Every CRM project we take on starts the same way: not with screens, not with a database design, not with a feature list. It starts with two to three weeks of sitting with your team and watching the business actually run. We call it operations discovery, and it's the single biggest reason the CRMs we build get used instead of quietly abandoned six months later.
Most failed CRMs aren't bad software. They're good software built on top of a workflow that nobody ever bothered to write down. The result is a tool that almost fits, which is worse than no tool at all - staff work around it, data goes stale, and the owner ends up back in spreadsheets within a year.
What operations discovery actually means
We're not asking what you want the CRM to do. We're documenting what the business already does - every step, every handoff, every decision, every exception. The CRM we build then matches that flow exactly, instead of forcing your team to learn a new one.

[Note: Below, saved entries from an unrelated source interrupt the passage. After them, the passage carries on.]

def sweep_from_arrays(
    voltage,
    current,
    *,
    sign: str = "auto",
    sweep_id: str = "sweep",
    source: str = "array",
    notes: Sequence[str] = (),
    max_points: int | None = MAX_POINTS,
) -> Sweep:
    """Clean one sweep given as arrays and return it as a :class:`Sweep`.

    Parameters
    ----------
    voltage, current : array-like, 1-D
        Probe bias (V) and probe current (A), same length, any order.
    sign : {"auto", "electron-positive", "ion-positive"}
        Current sign convention of the input.  ``"auto"`` flips the sign when
        the high-voltage end (the electron-saturation side, which carries the
        larger current magnitude) is negative; ``"ion-positive"`` always flips,
        ``"electron-positive"`` never does.
    sweep_id : str
        Name of the sweep; sanitised with :func:`sanitise_id`.
    source : str
        Where the data came from (used in messages and stored on the sweep).
    notes : sequence of str
        Notes from an earlier reading step, kept in front of the new ones.
    max_points : int or None
        Largest accepted number of points (None: no cap).

    Rows with a non-finite voltage or current are dropped, the rows are sorted
    by voltage (stable, so repeated voltages of up/down sweeps stay in their
    recorded order), and the result must have at least ``MIN_POINTS`` points,
    a voltage span of at least ``MIN_VOLTAGE_SPAN`` and a current that rises
    through zero from the ion side to the electron side.

    Raises
    ------
    InputError
        If the data cannot be used; the message is one line naming the fix.
    """
    where = str(source)
    if where != "array":
        where = _show(where, 120)
    if sign not in _SIGNS:
        raise _fail(
            f"unknown sign convention {_show(sign, 30)}; use 'auto', 'electron-positive' or 'ion-positive'"
        )
    v = _as_float_1d(voltage, "voltage", where)
    i = _as_float_1d(current, "current", where)
    if v.size != i.size:
        raise _fail(
            f"{where}: {v.size} voltage values but {i.size} current values; "
            f"pass voltage and current of the same length"
        )
    if max_points is not None and v.size > max_points:
        raise _fail(
            f"{where}: {v.size} points, more than the limit of {max_points}; "
            f"split the data into separate sweeps or thin it"
        )
    out_notes = [str(n) for n in notes]

    finite = np.isfinite(v) & np.isfinite(i)
    n_bad = int(v.size - np.count_nonzero(finite))
    if n_bad:
        v, i = v[finite], i[finite]
        row = "row" if n_bad == 1 else "rows"
        out_notes.append(f"dropped {n_bad} {row} with a missing or non-finite voltage or current")

    if v.size < MIN_POINTS:
        extra = f" after dropping {n_bad} unusable rows" if n_bad else ""
        raise _fail(
            f"{where}: only {v.size} usable points{extra}, fewer than the {MIN_POINTS} needed; "
            f"record a sweep with more voltage steps"
        )

    branches = detect_branches(v)
    direction = ramp = record_order = None
    if np.any(np.diff(v) < 0):
        order = np.argsort(v, kind="stable")
        v, i = v[order], i[order]
        if branches is not None:
            direction, ramp = branches[0][order], branches[1][order]
            record_order = order
            n_up = int(np.count_nonzero(direction > 0))
            out_notes.append(
                f"holds both sweep directions ({n_up} points recorded with rising bias, {v.size - n_up} with "
                f"falling bias); sorted by voltage, directions kept (model their difference with the "
                f"hysteresis distortion)")
        else:
            out_notes.append("sorted by voltage (the input was not in increasing voltage order)")

    span = float(v[-1] - v[0])
    if span < MIN_VOLTAGE_SPAN:
        raise _fail(
            f"{where}: the voltage range is only {span:.3g} V, too narrow to hold ion saturation, "
            f"retardation and the knee; sweep across tens of volts around the floating potential"
        )

    if float(np.max(i)) == float(np.min(i)):
        raise _fail(
            f"{where}: the current is the same ({float(i[0]):.6g} A) at every point; "
            f"check that the current column holds the measured probe current"
        )

    flipped = False
    i_lo, i_hi = _end_medians(i)
    if sign == "ion-positive":
        flipped = True
        out_notes.append("current sign flipped as requested: the input uses the ion-current-positive convention")
    elif sign == "auto" and i_hi < 0 and abs(i_hi) > abs(i_lo):
        flipped = True
        out_notes.append(
            "current sign flipped: the file uses the ion-current-positive convention "
            "(electron saturation was negative)"
        )
    if flipped:
        i = -i
        i_lo, i_hi = -i_lo, -i_hi

    if (i_lo > 0 and i_hi > 0) or float(np.min(i)) >= 0:
        raise _fail(
            f"{where}: the sweep never crosses zero current, so there is no floating potential and no "
            f"electron-retardation region; extend the sweep to more negative bias"
        )
    if (i_lo < 0 and i_hi < 0) or float(np.max(i)) <= 0:
        raise _fail(
            f"{where}: the sweep never crosses zero current, so there is no floating potential and no "
            f"electron-retardation region; extend the sweep to more positive bias"
        )
    if i_lo > 0 > i_hi:
        raise _fail(
            f"{where}: the current falls from positive to negative as the bias rises, the reverse of "
            f"an electron-current-positive sweep; if the data use the ion-current-positive convention "
            f"set the sign convention to 'ion-positive', otherwise check the voltage and current columns"
        )

    return Sweep(
        voltage=v,
        current=i,
        sweep_id=sanitise_id(sweep_id),
        source=str(source),
        notes=out_notes,
        sign_flipped=flipped,
        direction=direction,
        ramp=ramp,
        record_order=record_order,
    )
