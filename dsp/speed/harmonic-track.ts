/**
 * Frequency of a harmonic series measured from narrowband complex tracks (one per harmonic, each
 * heterodyned at h·f₀c, see ./heterodyne.ts), as a curve through the file and as one mean value.
 *
 * The model: track h holds a_h·e^{j2π·h·δ(t)·t} + noise, δ = f₀ − f₀c the common offset of the
 * series. For one window the maximum-likelihood δ maximises the harmonic-sum periodogram
 *   S(δ) = Σ_h w_h |Σ_k c_k z_h[k] e^{−j2π·h·δ·τ_k}|²,  w_h = 1/σ_h² (noise of track h), c_k a taper,
 * (Rife & Boorstyn 1974 for one tone; the harmonic sum is the ML detector/estimator for a
 * periodic signal in white noise, Quinn & Hannan 2001).
 *  - Curve: 4-s Hann windows every second; S on a grid (zero-padded FFT per harmonic, read at
 *    h·δ); a Viterbi path through the windows limits the change to 0.4 %/s so noise cannot make
 *    the curve jump; each window refined by golden-section search on the exact S.
 *  - Mean: when the curve shows no significant drift (line fit), one coherent S over the whole
 *    track is maximised near the curve's mean — its precision improves as T^{-3/2}; with drift the
 *    mean of the curve is used (the average speed). Uncertainty: standard error of the mean of the
 *    coherent estimates on 3–8 equal segments (coherent case), or window scatter ÷ √(independent
 *    windows) (drifting case).
 *  - Detection: D = S(δ̂)/E[S | noise only]; E per harmonic is Σ_k Σ_l c_k c_l ρ(k − l), ρ the
 *    tracks' noise correlation (known from their decimation filter), σ_h² from the windows'
 *    residuals after removing the fitted tone.
 */
import { FftPlan, nextPowerOfTwo } from '../core/fft.ts';
import { boxcarPowerKernel } from '../core/decimate.ts';

export type TrackArray = Float32Array | Float64Array;

export interface TrackSet {
  readonly fundamentalHz: number;
  readonly harmonics: readonly number[];
  /** Initial relative weights (1/noise floor) for the grid search. */
  readonly weights: readonly number[];
  readonly tracks: readonly { re: TrackArray; im: TrackArray; length: number }[];
  /**
   * The time weights the tracks were taken under, through the same filter (quiet-weighted tracks,
   * ./quiet-weight.ts); a line's level in a segment is then its weighted mean amplitude.
   */
  readonly gain?: TrackArray;
}

export interface TrackLayout {
  trackRateHz: number;
  /** Time in seconds (input time) at which track sample m is centred. */
  timeOf: (m: number) => number;
  /** First track sample not affected by the filters' start-up. */
  firstValid: number;
  /** Noise correlation of adjacent track samples, ρ[0] = 1. */
  correlation: Float64Array;
}

export interface SeriesMeasurement {
  meanFundamentalHz: number;
  uncertaintyHz: number;
  windowScatterHz: number;
  timesSeconds: number[];
  fundamentalsHz: number[];
  /** Coherent detection statistic ÷ its noise-only expectation, in dB (0 dB = noise). */
  detectionDb: number;
  /**
   * What noise alone typically reaches for detectionDb after searching this many cells and keeping
   * this many harmonics: 10·log10(1 + ln(cells)/H) (the largest of `cells` exponential variables is
   * about ln(cells) above its mean, shared among H harmonics).
   */
  noiseDetectionDb: number;
  /** Coherent SNR of each harmonic over the whole track (dB; ≈0 dB or below = noise only). */
  harmonicSnrDb: number[];
  /** Median ÷ mean of the windows' harmonic-sum statistic: ≈1 for a steady line, ≪1 for bursts. */
  steadiness: number;
  /** Harmonics kept for the final estimate. */
  harmonicsUsed: number[];
  drifting: boolean;
}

1. Shadow the people doing the work
We sit with intake, with sales, with the operations lead, and with whoever closes the loop at the end. Not in a meeting room - at their desk, watching them do real work on real customers. Half the workflow lives in habits nobody thinks to mention in an interview.
2. Map every handoff
A lead comes in. Who sees it first? What do they decide? Who do they pass it to, and how? What gets written down, and where? We draw the actual flow on paper - usually a long, messy diagram with branches the owner didn't know existed. That diagram becomes the spec.
3. Catalog the real data
Every field on every form, every column in every spreadsheet, every status someone tracks in their head. We pull it all into one list, then ask which ones are actually used to make decisions. Usually about 40% of the fields a business 'tracks' are dead weight. They don't make it into the new CRM.
4. Find the exceptions
The standard flow is easy. The reason CRMs fail is the exceptions - the VIP client who skips the intake form, the job type that needs a second approval, the partner referral that bypasses sales. We list every one we can find and decide, with you, whether the CRM handles it, flags it, or stays out of the way.
5. Identify the real metrics
What does the owner actually look at on Monday morning? What does the operations lead need by Friday? Those reports drive what the database has to capture. Building the database first and then trying to extract reports from it is backwards, and it's how most CRMs end up with a 'reports' tab nobody opens.
What you get at the end of discovery
- A written workflow document - every step, owner, handoff, and exception.
- A data model - exactly what gets tracked, why, and who uses it.
- A list of the reports and dashboards the CRM has to produce on day one.
- A short list of things we deliberately decided NOT to build, with the reasoning.
- A fixed-price build quote based on what we actually saw, not what we guessed.
You can take that package and hand it to any developer in the world. We hope you'll let us build it, but you own the discovery either way. That's the deal.
Why we do it this way
Because the CRM that matches your operations exactly is the only one your team will actually use. A near-miss CRM - one that's close but forces staff to adapt - gets bypassed within weeks. The 'CRM' becomes a shared inbox again, and the build was wasted.
Spending two to three weeks watching how the business actually runs is the cheapest insurance there is against that outcome. It's also why we won't quote a CRM build without doing it first. Anyone who gives you a fixed price for a custom CRM after a 30-minute call is guessing, and you'll pay for the guess later.
The bottom line
A custom CRM is only worth building if it matches exactly what your company already does well. The way you find out what that is, in enough detail to build against, is by watching - carefully, on site, for as long as it takes. That's the work that happens before the work.